Let $f:\mathbb{R}\rightarrow\mathbb{R}$ and $g:\mathbb{R}\rightarrow\mathbb{R}$ be $2\pi$-periodic functions such that $f$ is bounded, $g$ is differentiable and $g'$ is continuous. How can I show that the convolution $g*f$ is differentiable?
I hope you can help. Thanks!
A fun way is using Fourier analysis. You need to know Parseval; that tells you that $$\sum |\hat f(n)|^2<\infty.$$And since $\widehat{g'}(n)=in\hat g(n)$, Parseval also tells you that $$\sum n^2|\hat g(n)|^2<0.$$Now Cauchy-Schwarz tells you that $$\sum|n||\hat f(n)\hat g(n)|<\infty,$$which implies that $f*g$ has a continuous derivative.

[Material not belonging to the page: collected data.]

/// The sources with their transfers' numerators.
pub(super) fn generators(solution: &Solution<'_>) -> Vec<Generator> {
    let numerator = |from| match from {
        From::Between(a, b) => {
            let mut numerator = solution.from_current(a).clone();
            numerator.add_scaled(&solution.from_current(b).0, -1.0);
            numerator
        }
        From::Into(node) => solution.from_current(node).clone(),
        From::Input(amplifier) => solution.from_input(amplifier).clone(),
    };
    let list = sources(solution).into_iter();
    list.map(|(origin, from, spectrum)| Generator { origin, numerator: numerator(from), spectrum }).collect()
}

fn power(solution: &Solution<'_>, generator: &Generator, frequency: f64, below: f64) -> f64 {
    generator.numerator.at(solution.scaled(frequency)).norm_sqr() / below * generator.spectrum.at(frequency)
}

/// All generators together: those with a white or 1/f spectrum summed into polynomials in ω², once for all frequencies.
#[derive(Debug)]
struct Total {
    white: Polynomial,
    flicker: Polynomial,
    others: Vec<Generator>,
}

impl Total {
    fn of(solution: &Solution<'_>) -> Self {
        let mut total = Self { white: Polynomial::default(), flicker: Polynomial::default(), others: Vec::new() };
        for generator in generators(solution) {
            match generator.spectrum {
                Spectrum::White(level) => total.white.add_scaled(&generator.numerator.squared_magnitude(), level),
                Spectrum::Flicker(level, corner, exponent) if (exponent - 1.0).abs() <= 0.0 => {
                    let square = generator.numerator.squared_magnitude();
                    total.white.add_scaled(&square, level);
                    total.flicker.add_scaled(&square, level * corner);
                }
                _ => total.others.push(generator),
            }
        }
        total
    }

    fn at(&self, solution: &Solution<'_>, frequency: f64) -> f64 {
        let omega = solution.scaled(frequency);
        let below = solution.looped().closed.at(omega).norm_sqr();
        let x = omega * omega;
        let sum = self.white.horner(x) + self.flicker.horner(x) / frequency;
        let others: f64 = self.others.iter().map(|g| g.numerator.at(omega).norm_sqr() * g.spectrum.at(frequency)).sum();
        (sum + others) / below
    }
}

/// Density at the load at `frequency`, V/√Hz.
pub fn density(solution: &Solution<'_>, frequency: f64) -> f64 {
    libm::sqrt(Total::of(solution).at(solution, frequency))
}

/// Rms at the load over the stage's band, V; `None` without a band.
pub fn integrated(solution: &Solution<'_>) -> Option<f64> {
    *solution.noise.get_or_init(|| {
        let band = solution.model.stage.band?;
        let total = Total::of(solution);
        Some(libm::sqrt(integrate(solution, band.from, band.to, |f| total.at(solution, f))))
    })
}

/// Shares of the integrated noise by source, largest first.
pub fn shares(solution: &Solution<'_>) -> Vec<NoiseShare> {
    let Some(band) = solution.model.stage.band else { return Vec::new() };
    let list = generators(solution);
    let closed = &solution.looped().closed;
    let mut powers: Vec<(NoiseOrigin, f64)> = Vec::new();
    for generator in &list {
        let rms2 = integrate(solution, band.from, band.to, |f| power(solution, generator, f, closed.at(solution.scaled(f)).norm_sqr()));
        match powers.iter_mut().find(|(o, _)| *o == generator.origin) {
            Some((_, p)) => *p += rms2,
            None => powers.push((generator.origin, rms2)),
        }
    }
    let sum: f64 = powers.iter().map(|(_, p)| p).sum();
    let mut shares: Vec<NoiseShare> =
        powers.iter().map(|&(origin, p)| NoiseShare { origin, rms: libm::sqrt(p), share: if sum > 0.0 { p / sum } else { 0.0 } }).collect();
    shares.sort_by(|a, b| b.share.total_cmp(&a.share));
    shares
}

/// The density's curve, by source in the order of `shares`.
pub fn curve(solution: &Solution<'_>, from: f64, to: f64, points: usize, shares: &[NoiseShare]) -> Vec<DensityPoint> {
    let frequencies: Vec<f64> = super::response::frequencies(from, to, points).collect();
    let sweep = super::sweep::noise(solution, &frequencies);
    let places: Vec<Option<usize>> = sweep.origins.iter().map(|o| shares.iter().position(|s| s.origin == *o)).collect();
    frequencies
        .iter()
        .enumerate()
        .map(|(i, &frequency)| {
            let mut by_source = alloc::vec![0.0; shares.len()];
            for (row, place) in sweep.rows.iter().zip(&places) {
                if let Some(place) = place {
                    by_source[*place] += row[i];
                }
            }
            for p in &mut by_source {
                *p = libm::sqrt(*p);
            }
            DensityPoint { frequency, total: libm::sqrt(sweep.total[i]), by_source }
        })
        .collect()
}

/// `∫ |H|² df / |H(ref)|²` over all frequencies, Hz; infinite where the response does not fall off.
pub fn noise_bandwidth(solution: &Solution<'_>) -> f64 {
    let looped = solution.looped();
    let numerator = solution.load_numerator();
    let degree = |p: &Polynomial| p.0.iter().rposition(|c| c.abs() > 0.0).unwrap_or(0);
    let (n, d) = (degree(numerator), degree(&looped.closed));
    if n >= d {
        return f64::INFINITY;
    }
    let grid = solution.grid();
    let (Some(&low), Some(&high)) = (grid.first(), grid.last()) else { return f64::INFINITY };
    // A zero far out stretches the grid until powers overflow: what the response leaves there is nothing.
    let h = |omega: f64| {
        let power = (numerator.at(omega) / looped.closed.at(omega)).norm_sqr();
        if power.is_finite() { power } else { 0.0 }
    };
    // Below the grid the response is flat; above it, falls with the difference of the degrees.
    #[expect(clippy::cast_precision_loss, reason = "degrees are small")]
    let tail = 1.0 / (2.0 * (d - n) as f64 - 1.0);
    let gain = super::response::reference(solution).gain;
    let reference = gain * gain;
    let (f_low, f_high) = (solution.hertz(low), solution.hertz(high));
    let middle = integrate(solution, f_low, f_high, |f| h(solution.scaled(f)));
    (middle + f_low * h(low) + f_high * h(high) * tail) / reference
}

/// Rms of the signal at the load at its highest frequency, V.
pub fn signal_rms(solution: &Solution<'_>) -> f64 {
    let Some(signal) = solution.model.stage.signal() else { return 0.0 };
    let frequency = signal.frequency.unwrap_or(0.0);
    magnitude(solution.transfer(0, solution.scaled(frequency))) * signal.peak / signal.crest_factor
}

/// A ratio of rms signal to rms noise in bits of an ideal converter.
///
/// # Formula
/// `log2(ratio/√1.5)`: an ideal N-bit converter with a full-scale sine has a ratio of `2^N·√1.5`.
///
/// # Source
/// W. R. Bennett, "Spectra of quantized signals", Bell System Technical Journal 27 (1948), from memory.
#[must_use]
pub fn bits(ratio: f64) -> f64 {
    libm::log2(ratio / libm::sqrt(1.5))
}
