fn range(text: &str, dimension: Dimension, what: &str) -> Result<(f64, f64), Fault> {
    let refused = |message: String| Fault::Path {
        path: what.to_owned(),
        message,
        allowed: Some("least and greatest value with two dots between, as 1k..100k".to_owned()),
        attempt: None,
    };
    let (low, high) = text.split_once("..").ok_or_else(|| refused(format!("`{}` is no range", plain(text))))?;
    let read = |t: &str| parse(t, dimension).map_err(|t| refused(t.message));
    let (low, high) = (read(low)?, read(high)?);
    // Twelve decades of a fine series would take a day.
    if low > 0.0 && low <= high && high / low <= 1e7 {
        Ok((low, high))
    } else {
        Err(refused(format!("`{}` does not run upwards from above zero over at most seven decades", plain(text))))
    }
}

/// A stock list: a value on each line, ohms or farads by their unit; what follows `#` is a remark.
fn listed(text: &str, path: &Path) -> Result<(Vec<f64>, Vec<f64>), Fault> {
    let (mut resistors, mut capacitors) = (Vec::new(), Vec::new());
    for (number, line) in text.trim_start_matches('\u{feff}').lines().enumerate() {
        let value = line.split('#').next().unwrap_or_default().trim();
        if value.is_empty() {
            continue;
        }
        // `4n7` is a capacitor and `4k7` a resistor; a bare number is neither.
        let (ohms, farads) = (parse(value, Dimension::Resistance), parse(value, Dimension::Capacitance));
        match (ohms, farads) {
            (Ok(r), Err(_)) if r > 0.0 => resistors.push(r),
            (Err(_), Ok(c)) if c > 0.0 => capacitors.push(c),
            (Ok(v), Ok(_)) if v >= 1.0 && !value.contains(['p', 'n', 'u', 'µ', 'μ', 'm']) => resistors.push(v),
            (Ok(_), Ok(c)) if c > 0.0 && c < 1.0 => capacitors.push(c),
            _ => {
                return Err(Fault::Path {
                    path: format!("{}:{}", show(path), number + 1),
                    message: format!("`{}` is neither a resistance nor a capacitance", plain(value)),
                    allowed: Some("a value on each line, as 4k7 or 4n7; a remark behind #".to_owned()),
                    attempt: None,
                });
            }
        }
    }
    for list in [&mut resistors, &mut capacitors] {
        list.sort_by(f64::total_cmp);
        list.dedup();
    }
    Ok((resistors, capacitors))
}
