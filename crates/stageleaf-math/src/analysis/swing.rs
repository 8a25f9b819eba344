//! Large signal at the amplifier's pins: clipping, input range, output current, slew.
//!
//! # Formula
//! The network gives pin voltage and current as phasors; with the DC part they are `V(θ) = V0 + Vp·cos θ` and
//! `I(θ) = I0 + Ip·cos(θ + φ)`. Clip margin: the least distance of `V(θ)`, widened by the output offset, from the rail less the
//! headroom at `I(θ)`. Headroom is measured at the pin, so it is not added to the drop in the output resistance. Slew needed:
//! `ω·|E|`, `E` the controlled source behind the output resistance; available: the smaller of rise and fall, or what the current
//! limit leaves for the load's capacitance.
//!
//! # Does not apply
//! Waveforms other than a sine at the highest frequency and full amplitude.
//!
//! # Source
//! Common practice, no source; derived here.

use alloc::vec::Vec;
use core::f64::consts::TAU;

use num_complex::Complex64;

use super::{Missing, search};
use crate::{
    kind::{Drives, Feed},
    network::{Law, Node, dense::admittance},
    part::{Headroom, PartFigure},
    report::{EnvelopePoint, Need, Outcome, Parameter},
    solution::{Solution, magnitude},
};

/// What a drive applies: its steady value, and a sine.
#[derive(Clone, Copy, Debug)]
pub struct Level {
    /// Which drive.
    pub drive: usize,
    /// Steady value.
    pub dc: f64,
    /// Peak of the alternating part.
    pub peak: f64,
    /// Hz.
    pub frequency: f64,
}

/// What every drive of the stage applies in this build.
pub fn levels<'s>(solution: &'s Solution<'_>) -> impl Iterator<Item = Level> + 's {
    let model = solution.model;
    let spec = model.stage.kind.spec();
    let inputs = (spec.inputs)(model.stage);
    (0..model.drives.len()).filter_map(move |drive| {
        let signal = model.stage.signal_of(drive);
        let fed = match (spec.drives, inputs.get(drive).map(|i| i.feed)) {
            (Drives::Differential, _) => (drive == 1).then(|| model.parameters.slot(Parameter::CommonMode)).flatten(),
            (_, Some(Feed::Reference)) => model.parameters.slot(Parameter::ReferenceVoltage),
            (_, Some(Feed::Supply)) => model.parameters.supply().map(|(positive, _)| positive),
            _ => None,
        };
        let dc = signal.map_or(0.0, |s| s.dc) + fed.map_or(0.0, |slot| solution.values[slot]);
        let (peak, frequency) = signal.map_or((0.0, 0.0), |s| (s.peak, s.frequency.unwrap_or(0.0)));
        (signal.is_some() || fed.is_some()).then_some(Level { drive, dc, peak, frequency })
    })
}

/// The steady voltage at a node from all drives.
pub fn steady(solution: &Solution<'_>, node: Node) -> f64 {
    levels(solution).map(|l| if l.dc.abs() > 0.0 { l.dc * solution.voltage(l.drive, node, 0.0).re } else { 0.0 }).sum()
}

/// An output pin, per unit of a drive.
#[derive(Clone, Copy, Debug)]
pub struct Pin {
    /// Voltage.
    pub voltage: Complex64,
    /// Current out of the pin, S.
    pub current: Complex64,
    /// The controlled source behind the output resistance.
    pub behind: Complex64,
}

/// An amplifier's output pin at a frequency in Hz; at 0 the DC transfer.
pub fn pin(solution: &Solution<'_>, amplifier: usize, drive: usize, frequency: f64) -> Pin {
    let network = &solution.model.network;
    let omega = solution.scaled(frequency);
    let at = |node: Node| solution.voltage(drive, node, omega);
    let node = network.amplifiers[amplifier].pin;
    let voltage = at(node);
    let s = Complex64::new(0.0, TAU * frequency);
    let mut current = Complex64::new(0.0, 0.0);
    for element in &network.elements {
        let other = match (element.a == node, element.b == node) {
            (true, false) => element.b,
            (false, true) => element.a,
            _ => continue,
        };
        if matches!(element.law, Law::Resistance(slot) if solution.values[slot] <= 0.0) {
            continue; // a short: its current is found on the other side
        }
        current += (voltage - at(other)) * admittance(element.law, &solution.values, s);
    }
    let behind = voltage + current * solution.part_of(amplifier, PartFigure::OutputResistance).unwrap_or(0.0);
    Pin { voltage, current, behind }
}

/// The signal at the pin: DC and peak of voltage and current, with the current's phase against the voltage.
#[derive(Clone, Copy, Debug)]
pub struct Drive {
    /// DC pin voltage, V.
    pub v0: f64,
    /// Peak of the alternating pin voltage, V.
    pub vp: f64,
    /// DC pin current, A.
    pub i0: f64,
    /// Peak of the alternating pin current, A.
    pub ip: f64,
    /// Its phase against the voltage, as cosine and sine.
    pub phase: (f64, f64),
}

/// The stage's own signals at an amplifier's pin: of several, the steady parts add up, and the alternating ones as if all were at
/// their peak there at once.
fn drive(solution: &Solution<'_>, amplifier: usize) -> Drive {
    let mut drive = Drive { v0: 0.0, vp: 0.0, i0: 0.0, ip: 0.0, phase: (1.0, 0.0) };
    let mut phasor = Complex64::new(0.0, 0.0);
    for level in levels(solution) {
        if level.dc.abs() > 0.0 {
            let steady = pin(solution, amplifier, level.drive, 0.0);
            drive.v0 += steady.voltage.re * level.dc;
            drive.i0 += steady.current.re * level.dc;
        }
        if level.peak > 0.0 {
            let moving = pin(solution, amplifier, level.drive, level.frequency);
            let (v, i) = (magnitude(moving.voltage), magnitude(moving.current));
            drive.vp += v * level.peak;
            let turned = if v > 0.0 { moving.current * moving.voltage.conj() / v } else { Complex64::new(i, 0.0) };
            phasor += turned * level.peak;
        }
    }
    drive.ip = magnitude(phasor);
    if drive.ip > 0.0 {
        drive.phase = (phasor.re / drive.ip, phasor.im / drive.ip);
    }
    drive
}

impl Drive {
    fn set_alternating(&mut self, moving: &Pin, peak: f64) {
        let (v, i) = (magnitude(moving.voltage), magnitude(moving.current));
        self.vp = v * peak;
        self.ip = i * peak;
        if v * i > 0.0 {
            let product = moving.current * moving.voltage.conj();
            self.phase = (product.re / (v * i), product.im / (v * i));
        }
    }

    fn at(&self, cos: f64, sin: f64) -> (f64, f64) {
        (self.v0 + self.vp * cos, self.i0 + self.ip * (cos * self.phase.0 - sin * self.phase.1))
    }
}

/// A row's headroom between typical (0) and guaranteed (1).
pub(super) fn row_volts(row: &Headroom, position: f64) -> f64 {
    let typ = row.volts.typ.or(row.volts.max).unwrap_or(0.0);
    let max = row.volts.max.or(row.volts.typ).unwrap_or(0.0);
    typ + position * (max - typ)
}

/// Headroom at a current, between typical (0) and guaranteed (1), and whether the table states it: beyond its last row the headroom is at
/// least that row's.
pub(super) fn headroom(table: &[Headroom], position: f64, current: f64) -> (f64, bool) {
    let volts = |row: &Headroom| row_volts(row, position);
    let Some(first) = table.first() else { return (0.0, false) };
    if current <= first.current {
        return (volts(first), true);
    }
    for pair in table.windows(2) {
        let (a, b) = (&pair[0], &pair[1]);
        if current <= b.current {
            return (volts(a) + (volts(b) - volts(a)) * (current - a.current) / (b.current - a.current), true);
        }
    }
    (table.last().map_or(0.0, volts), false)
}

/// The rails' distance for a drive: least margin over a period, or which table ends too early.
struct Rails<'a> {
    high: f64,
    low: f64,
    above: &'a [Headroom],
    below: &'a [Headroom],
    position: f64,
    offset: f64,
}

/// How finely a period is looked through: turns, golden-section steps after that.
#[derive(Clone, Copy)]
enum Fineness {
    /// For a figure.
    Figure,
    /// For a plot.
    Plot,
}

impl Rails<'_> {
    fn margin(&self, drive: &Drive, fineness: Fineness) -> Result<f64, Need> {
        // Steps, cos and sin of 2π over them, golden-section steps.
        let (steps, turn, golden) = match fineness {
            Fineness::Figure => (24, (0.965_925_826_289_068_3, 0.258_819_045_102_520_74), 16),
            Fineness::Plot => (12, (0.866_025_403_784_438_6, 0.5), 8),
        };
        const RATIO: f64 = 0.618_033_988_749_894_9;
        let mut beyond = None;
        let mut room = |cos: f64, sin: f64| {
            let (v, i) = drive.at(cos, sin);
            let (up, up_stated) = headroom(self.above, self.position, i);
            let (down, down_stated) = headroom(self.below, self.position, -i);
            if !up_stated {
                beyond = Some(Need::HeadroomHigh);
            } else if !down_stated {
                beyond = Some(Need::HeadroomLow);
            }
            (self.high - up - v - self.offset).min(v - self.offset - self.low - down)
        };
        let mut least = room(1.0, 0.0);
        if drive.vp > 0.0 || drive.ip > 0.0 {
            let mut least_at = (1.0, 0.0);
            let (mut cos, mut sin) = (1.0, 0.0);
            for _ in 0..steps {
                let here = room(cos, sin);
                if here < least {
                    (least, least_at) = (here, (cos, sin));
                }
                (cos, sin) = (cos * turn.0 - sin * turn.1, sin * turn.0 + cos * turn.1);
            }
            // Golden section around the least sample, by small rotations from it.
            let mut near = |angle: f64| {
                let (c, s) = (libm::cos(angle), libm::sin(angle));
                room(least_at.0 * c - least_at.1 * s, least_at.1 * c + least_at.0 * s)
            };
            let (mut a, mut b) = (-turn.1, turn.1);
            let (mut x, mut y) = (b - RATIO * (b - a), a + RATIO * (b - a));
            let (mut fx, mut fy) = (near(x), near(y));
            for _ in 0..golden {
                if fx < fy {
                    b = y;
                    (y, fy) = (x, fx);
                    x = b - RATIO * (b - a);
                    fx = near(x);
                } else {
                    a = x;
                    (x, fx) = (y, fy);
                    y = a + RATIO * (b - a);
                    fy = near(y);
                }
            }
            least = least.min(fx).min(fy);
        }
        // Beyond the tables' last rows the room is less than this: enough to break, not to hold.
        match beyond {
            Some(need) if least >= 0.0 => Err(need),
            _ => Ok(least),
        }
    }
}

/// A margin of one amplifier, else the least over all; what is missing for one is missing for the least of all.
fn least(solution: &Solution<'_>, amplifier: Option<usize>, of: impl Fn(usize) -> Outcome) -> Outcome {
    let mut least = of(amplifier.unwrap_or(0));
    if amplifier.is_some() {
        return least;
    }
    for amplifier in 1..solution.amplifiers() {
        let here = of(amplifier);
        if let (Some(a), Some(b)) = (least.value(), here.value()) {
            least = Outcome::Value(a.min(b));
        } else if least.value().is_some() {
            least = here;
        }
    }
    least
}

/// Clip margin, V.
pub fn clip_margin(solution: &Solution<'_>, amplifier: Option<usize>) -> Outcome {
    let least = || least(solution, amplifier, |a| clip(solution, a, &drives(solution)[a]));
    if amplifier.is_some() { least() } else { solution.clip.get_or_init(least).clone() }
}

/// Input range margin, V.
pub fn input_range_margin(solution: &Solution<'_>, amplifier: Option<usize>) -> Outcome {
    least(solution, amplifier, |a| range(solution, a))
}

/// Output current margin, A.
pub fn current_margin(solution: &Solution<'_>, amplifier: Option<usize>) -> Outcome {
    least(solution, amplifier, |a| current(solution, a, &drives(solution)[a]))
}

/// Slew available over slew needed.
pub fn slew_margin(solution: &Solution<'_>, amplifier: Option<usize>) -> Outcome {
    least(solution, amplifier, |a| slew(solution, a, &drives(solution)[a]))
}
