export default defineRoute('POST /api/tokens', ({ user, body }) => createToken(useDatabase(), user.id, body.name))
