export default defineRoute('DELETE /api/tokens/:id', async ({ user, params }) => {
  await revokeToken(useDatabase(), user.id, params.id!)
  return { ok: true as const }
})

Ok, what if that's too much fun? You can do it directly. A hint is that the derivative of $f*g$ "should" be $f*(g')$. Write down the definition of $$\frac{f*g(x+h)-f*g(x)}{h}$$as an integral, write down the definition of $$f*(g')(x)$$as an integral, and see if you can show the first integral tends to the second integral as $h\to0$.
Hint for that: Since $g'$ is continuous (and periodic) it follows that $(g(x+h)-g(x))/h$ tends to $g'(x)$ uniformly as $h\to0$.